By trying to jam so much of Trump’s agenda into a single bill, Republicans risk failing to pass anything. They can afford only a few defections in either chamber, given that Democrats are unanimously opposed to his proposals. In a sign of the party’s divisions, GOP leaders postponed a trio of hearings scheduled for this week about the proposal. If the plan collapses, taxes will automatically go up for nearly all Americans next year, which Holtz-Eakin described as the worst-case scenario. If the economy isn’t already in a recession by that point, the resulting tax hike could trigger one. “Failure is not an option,” he told me. “They have to avoid the sunset.”

To prevent this outcome, Republicans have some decisions to make. Here are five of the biggest.

1) Medicaid

The most substantial source of potential spending cuts for the GOP is also the most politically fraught. Republicans are considering two major changes to Medicaid: instituting work requirements for some recipients, and scaling back the expansion that Democrats enacted in 2010 through the Affordable Care Act. The party’s budget instructs the House committee that oversees federal health insurance to find $880 billion in cuts, much of which would likely come from Medicaid. But at least a dozen Republicans have vowed to oppose slashing benefits, which would disproportionately affect red states. Trump is also skeptical of going after Medicaid, Politico reported, and Democrats have already begun attacking Republicans over the plans.

2) Biden’s climate plan

In theory, one of the easiest moves available to Republicans is to repeal spending that none of them voted for in the first place. In 2022, Democrats enacted hundreds of billions of dollars in clean-energy tax credits under Biden’s Inflation Reduction Act. No Republican supported the bill, but some are now fighting to protect the funding, because much of it went to their districts. “Those are probably the low-hanging fruit,” Holtz-Eakin said of scrapping the tax credits. But, he added: “some people can’t even harvest low-hanging fruit.”

3) Debt limit

Congress needs to increase the nation’s debt limit—likely by this summer—to avoid a first-ever default. GOP leaders want to include the measure in Trump’s big, beautiful bill, but many House conservatives have never voted to lift the ceiling and are reluctant to start now. Failure to do so, however, could spook the markets and force Republicans to turn to Democrats for help—an unattractive option because Democrats would likely seek policy concessions in exchange for their votes.

[Read: A win—and a warning—for Trump’s agenda]

4) Soak the rich?

Perhaps the most surprising idea for how to raise revenue has come from Steve Bannon.
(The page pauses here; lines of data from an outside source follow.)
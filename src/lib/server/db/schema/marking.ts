import { sql } from 'drizzle-orm';
import {
	boolean,
	check,
	foreignKey,
	index,
	integer,
	jsonb,
	pgTable,
	primaryKey,
	text,
	unique,
	uniqueIndex,
	uuid
} from 'drizzle-orm/pg-core';
import { users } from './accounts';
import { createdAt, id, instant } from './columns';
import { assignments, courses } from './courses';
import { criteria, levels, rubricVersions } from './experiments';
import { reports, snapshots } from './work';

/** A grader's evening: an order drawn once, so that drift does not follow the alphabet. */
export const sittings = pgTable('sittings', {
	id: id(),
	assignmentId: uuid('assignment_id')
		.notNull()
		.references(() => assignments.id),
	graderId: uuid('grader_id')
		.notNull()
		.references(() => users.id),
	createdAt: createdAt()
});

export const sittingReports = pgTable(
	'sitting_reports',
	{
		sittingId: uuid('sitting_id')
			.notNull()
			.references(() => sittings.id),
		position: integer('position').notNull(),
		reportId: uuid('report_id')
			.notNull()
			.references(() => reports.id)
	},
	(t) => [
		primaryKey({ columns: [t.sittingId, t.position] }),
		unique('sitting_reports_once').on(t.sittingId, t.reportId)
	]
);

export const markings = pgTable(
	'markings',
	{
		id: id(),
		snapshotId: uuid('snapshot_id')
			.notNull()
			.references(() => snapshots.id),
		rubricVersionId: uuid('rubric_version_id')
			.notNull()
			.references(() => rubricVersions.id),
		graderId: uuid('grader_id')
			.notNull()
			.references(() => users.id),
		kind: text('kind').notNull().default('first'),
		/** what If-Match speaks of; raised by every write to scores or remarks */
		revision: integer('revision').notNull().default(1),
		startedAt: createdAt(),
		finishedAt: instant('finished_at')
	},
	(t) => [
		unique('markings_grader').on(t.snapshotId, t.graderId),
		uniqueIndex('markings_kind')
			.on(t.snapshotId, t.kind)
			.where(sql`kind <> 'common'`),
		unique('markings_rubric').on(t.id, t.rubricVersionId),
		check('markings_kind_known', sql`${t.kind} in ('first', 'second', 'third', 'common')`)
	]
);

export const scoreEvents = pgTable(
	'score_events',
	{
		markingId: uuid('marking_id').notNull(),
		rubricVersionId: uuid('rubric_version_id').notNull(),
		criterionId: uuid('criterion_id').notNull(),
		n: integer('n').notNull(),
		/** null: the level was taken away again */
		level: integer('level'),
		pointsHundredths: integer('points_hundredths'),
		reason: text('reason').notNull().default(''),
		byId: uuid('by_id')
			.notNull()
			.references(() => users.id),
		at: createdAt()
	},
	(t) => [
		primaryKey({ columns: [t.markingId, t.criterionId, t.n] }),
		foreignKey({
			name: 'score_events_marking',
			columns: [t.markingId, t.rubricVersionId],
			foreignColumns: [markings.id, markings.rubricVersionId]
		}),
		foreignKey({
			name: 'score_events_criterion',
			columns: [t.rubricVersionId, t.criterionId],
			foreignColumns: [criteria.rubricVersionId, criteria.id]
		}),
		foreignKey({
			name: 'score_events_level',
			columns: [t.criterionId, t.level],
			foreignColumns: [levels.criterionId, levels.level]
		}),
		check('score_events_points', sql`(${t.level} is null) = (${t.pointsHundredths} is null)`)
	]
);

export const remarks = pgTable(
	'remarks',
	{
		id: id(),
		markingId: uuid('marking_id')
			.notNull()
			.references(() => markings.id),
		createdAt: createdAt()
	},
	(t) => [index('remarks_marking').on(t.markingId)]
);

export const remarkRevisions = pgTable(
	'remark_revisions',
	{
		remarkId: uuid('remark_id')
			.notNull()
			.references(() => remarks.id),
		n: integer('n').notNull(),
		kind: text('kind').notNull(),
		body: text('body').notNull(),
		deleted: boolean('deleted').notNull().default(false),
		byId: uuid('by_id')
			.notNull()
			.references(() => users.id),
		at: createdAt()
	},
	(t) => [
		primaryKey({ columns: [t.remarkId, t.n] }),
		check('remark_revisions_kind', sql`${t.kind} in ('to correct', 'question', 'note', 'well done')`)
	]
);

export const anchors = pgTable(
	'anchors',
	{
		remarkId: uuid('remark_id')
			.notNull()
			.references(() => remarks.id),
		snapshotId: uuid('snapshot_id')
			.notNull()
			.references(() => snapshots.id),
		sectionPosition: integer('section_position').notNull(),
		/** W3C Web Annotation selectors */
		selector: jsonb('selector').notNull(),
		/** version of the plain-text projection the positions count in */
		projection: integer('projection').notNull(),
		attached: boolean('attached').notNull(),
		at: createdAt()
	},
	(t) => [primaryKey({ columns: [t.remarkId, t.snapshotId] })]
);

export const keptRemarks = pgTable(
	'kept_remarks',
	{
		id: id(),
		courseId: uuid('course_id')
			.notNull()
			.references(() => courses.id),
		ownerId: uuid('owner_id')
			.notNull()
			.references(() => users.id),
		kind: text('kind').notNull(),
		body: text('body').notNull(),
		uses: integer('uses').notNull().default(0),
		createdAt: createdAt()
	},
	(t) => [unique('kept_remarks_once').on(t.courseId, t.ownerId, t.body)]
);

/** Replies to remarks by the report's author once returned. */
export const replies = pgTable('replies', {
	id: id(),
	remarkId: uuid('remark_id')
		.notNull()
		.references(() => remarks.id),
	byId: uuid('by_id')
		.notNull()
		.references(() => users.id),
	body: text('body').notNull(),
	at: createdAt()
});

export const finalMarks = pgTable(
	'final_marks',
	{
		reportId: uuid('report_id')
			.notNull()
			.references(() => reports.id),
		n: integer('n').notNull(),
		source: text('source').notNull(),
		markingId: uuid('marking_id').references(() => markings.id),
		/** after the late rule */
		pointsHundredths: integer('points_hundredths').notNull(),
		deductionHundredths: integer('deduction_hundredths').notNull().default(0),
		reason: text('reason').notNull(),
		byId: uuid('by_id')
			.notNull()
			.references(() => users.id),
		at: createdAt()
	},
	(t) => [
		primaryKey({ columns: [t.reportId, t.n] }),
		check('final_marks_source', sql`${t.source} in ('marking', 'settled', 'adjusted', 'appeal')`)
	]
);

export const releases = pgTable(
	'releases',
	{
		reportId: uuid('report_id')
			.notNull()
			.references(() => reports.id),
		n: integer('n').notNull(),
		action: text('action').notNull(),
		byId: uuid('by_id')
			.notNull()
			.references(() => users.id),
		at: createdAt()
	},
	(t) => [
		primaryKey({ columns: [t.reportId, t.n] }),
		check('releases_action', sql`${t.action} in ('return', 'withdraw')`)
	]
);

/** n = 1 asks, later rows answer. A trigger refuses a decision by the first marker. */
export const appeals = pgTable(
	'appeals',
	{
		reportId: uuid('report_id')
			.notNull()
			.references(() => reports.id),
		criterionId: uuid('criterion_id')
			.notNull()
			.references(() => criteria.id),
		n: integer('n').notNull(),
		action: text('action').notNull(),
		body: text('body').notNull(),
		byId: uuid('by_id')
			.notNull()
			.references(() => users.id),
		at: createdAt()
	},
	(t) => [
		primaryKey({ columns: [t.reportId, t.criterionId, t.n] }),
		check('appeals_action', sql`${t.action} in ('ask', 'uphold', 'change', 'withdraw')`)
	]
);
The first-term Trump strategist has pushed Republicans to hike taxes on the wealthy in order to pay for new tax cuts for working-class Americans. But that proposal faces fierce opposition from conservatives. (The anti-tax activist Grover Norquist told me it would be “incredibly destructive” and “foolish.”) Trump has suggested that it’s unlikely to happen.

5) SALT

In 2017, Republicans offset some of the Trump tax cuts by capping the amount of state and local taxes that people could deduct from their federal bill. Limiting this deduction—known as SALT—disproportionately affected high-tax blue states such as New York and California, and Republicans who represent those areas are demanding relief. Lawmakers including Representative Mike Lawler of New York have said they will oppose any tax bill that does not lift the SALT cap. But raising the ceiling would add hundreds of billions to the cost of a bill that Republicans aren’t even close to being able to foot.